Posted: Thu Nov 01, 2012 2:41 pm
by Sabre
http://www.youtube.com/watch?v=Jq5nrHz9I94[/video]
Computational Engineers at the University of Southampton have built a supercomputer from 64 Raspberry Pi computers and Lego.

The team, led by Professor Simon Cox, consisted of Richard Boardman, Andy Everett, Steven Johnston, Gereon Kaiping, Neil O'Brien, Mark Scott and Oz Parchment, along with Professor Cox's son James Cox (aged 6) who provided specialist support on Lego and system testing.
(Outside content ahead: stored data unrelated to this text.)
SLOW = """
import sys, time
import shoreline.export, shoreline.folders
where = sys.argv.pop(1)
def announce_and_wait(seconds):
    print("WAITING", file=sys.stderr, flush=True)
    time.sleep(seconds)
if where == "build":
    real = shoreline.export.write_json
    def slow(path, data):
        if path.name == "run.json":
            announce_and_wait(30)
        real(path, data)
    shoreline.export.write_json = slow
else:
    real_swap = shoreline.folders._swap
    def slow_swap(new, target):
        announce_and_wait(1.5)
        return real_swap(new, target)
    shoreline.folders._swap = slow_swap
from shoreline.cli import main
sys.exit(main(sys.argv[1:]))
"""


def start(where: str, *args) -> subprocess.Popen:
    env = os.environ | {"PYTHONPATH": str(ROOT)}
    return subprocess.Popen(
        [sys.executable, "-c", SLOW, where, "run", *map(str, args), "--no-figures", "--quiet"],
        stdout=subprocess.DEVNULL,
        stderr=subprocess.PIPE,
        text=True,
        env=env,
    )


def signal_when_waiting(proc: subprocess.Popen, signum: int) -> tuple[int, str]:
    assert proc.stderr.readline().strip() == "WAITING"
    proc.send_signal(signum)
    err = proc.stderr.read()
    return proc.wait(timeout=30), err


@pytest.mark.parametrize("signum", [signal.SIGINT, signal.SIGTERM, signal.SIGHUP])
def test_a_signal_while_writing_leaves_the_earlier_output_and_no_partial(earlier, signum):
    study, out, before = earlier
    code, err = signal_when_waiting(start("build", study, "--out", out), signum)
    assert code == 128 + signum
    assert len(err.strip().splitlines()) == 1 and "Traceback" not in err, err
    assert signal.Signals(signum).name in err and "no new output was moved into place" in err
    assert snapshot(out) == before and siblings(out) == []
Professor Cox comments: "As soon as we were able to source sufficient Raspberry Pi computers we wanted to see if it was possible to link them together into a supercomputer. We installed and built all of the necessary software on the Pi starting from a standard Debian Wheezy system image and we have published a guide so you can build your own supercomputer."
Full story
The racking was built using Lego with a design developed by Simon and James, who has also been testing the Raspberry Pi by programming it using free computer programming software Python and Scratch over the summer. The machine, named “Iridis-Pi” after the University’s Iridis supercomputer, runs off a single 13 Amp mains socket and uses MPI (Message Passing Interface) to communicate between nodes using Ethernet. The whole system cost under £2,500 (excluding switches) and has a total of 64 processors and 1Tb of memory (16Gb SD cards for each Raspberry Pi). Professor Cox uses the free plug-in ‘Python Tools for Visual Studio’ to develop code for the Raspberry Pi.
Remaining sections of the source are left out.